§ **INFORMATION PROVIDED**:
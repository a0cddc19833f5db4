"""Boundary controls of a reach: the reach-facing classes, in one package.

A control says what fixes the water level at one end of a reach (or at a
gate between two segments). :mod:`~gvflow.controls.base` holds the control
contract (:class:`Control`, :class:`EndState`) and the plain controls
(:class:`FixedDepth`, :class:`FixedStage`, :class:`UniformFlow`,
:class:`CriticalFlow`, :class:`SluiceGate`); :mod:`~gvflow.controls.structures`
holds the structures as controls (:class:`Weir`, :class:`Culvert`,
:class:`FreeOverfall`, :class:`StageDischargeTable`, :class:`Pool`). The
hydraulic relations they use are pure functions of :mod:`gvflow.structures`;
these classes only tie them to the reach.
"""

from .base import (
    BUILTIN_CONTROLS,
    Control,
    CriticalFlow,
    EndState,
    FixedDepth,
    FixedStage,
    SluiceGate,
    UniformFlow,
    rectangular_width,
)
from .structures import (
    STRUCTURE_CONTROLS,
    WEIR_FORMULAS,
    Culvert,
    FreeOverfall,
    Pool,
    PoolDischarge,
    StageDischargeTable,
    Weir,
    WeirFormula,
    solve_discharge_from_pool,
)

__all__ = [
    "EndState", "Control", "FixedDepth", "FixedStage", "UniformFlow", "CriticalFlow", "SluiceGate",
    "BUILTIN_CONTROLS", "rectangular_width",
    "Weir", "WeirFormula", "WEIR_FORMULAS", "Culvert", "FreeOverfall", "StageDischargeTable", "Pool",
    "STRUCTURE_CONTROLS", "PoolDischarge", "solve_discharge_from_pool",
]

§ **ACTION ITEM**: Reproduce all of the material above without alteration.

§ **OUTPUT OF THE TASK**:
repository a0cddc19833f5db4
"""Boundary controls of a reach: the reach-facing classes, in one package.

A control says what fixes the water level at one end of a reach (or at a
gate between two segments). :mod:`~gvflow.controls.base` holds the control
contract (:class:`Control`, :class:`EndState`) and the plain controls
(:class:`FixedDepth`, :class:`FixedStage`, :class:`UniformFlow`,
:class:`CriticalFlow`, :class:`SluiceGate`); :mod:`~gvflow.controls.structures`
holds the structures as controls (:class:`Weir`, :class:`Culvert`,
:class:`FreeOverfall`, :class:`StageDischargeTable`, :class:`Pool`). The
hydraulic relations they use are pure functions of :mod:`gvflow.structures`;
these classes only tie them to the reach.
"""

from .base import (
    BUILTIN_CONTROLS,
    Control,
    CriticalFlow,
    EndState,
    FixedDepth,
    FixedStage,
    SluiceGate,
    UniformFlow,
    rectangular_width,
)
from .structures import (
    STRUCTURE_CONTROLS,
    WEIR_FORMULAS,
    Culvert,
    FreeOverfall,
    Pool,
    PoolDischarge,
    StageDischargeTable,
    Weir,
    WeirFormula,
    solve_discharge_from_pool,
)

__all__ = [
    "EndState", "Control", "FixedDepth", "FixedStage", "UniformFlow", "CriticalFlow", "SluiceGate",
    "BUILTIN_CONTROLS", "rectangular_width",
    "Weir", "WeirFormula", "WEIR_FORMULAS", "Culvert", "FreeOverfall", "StageDischargeTable", "Pool",
    "STRUCTURE_CONTROLS", "PoolDischarge", "solve_discharge_from_pool",
]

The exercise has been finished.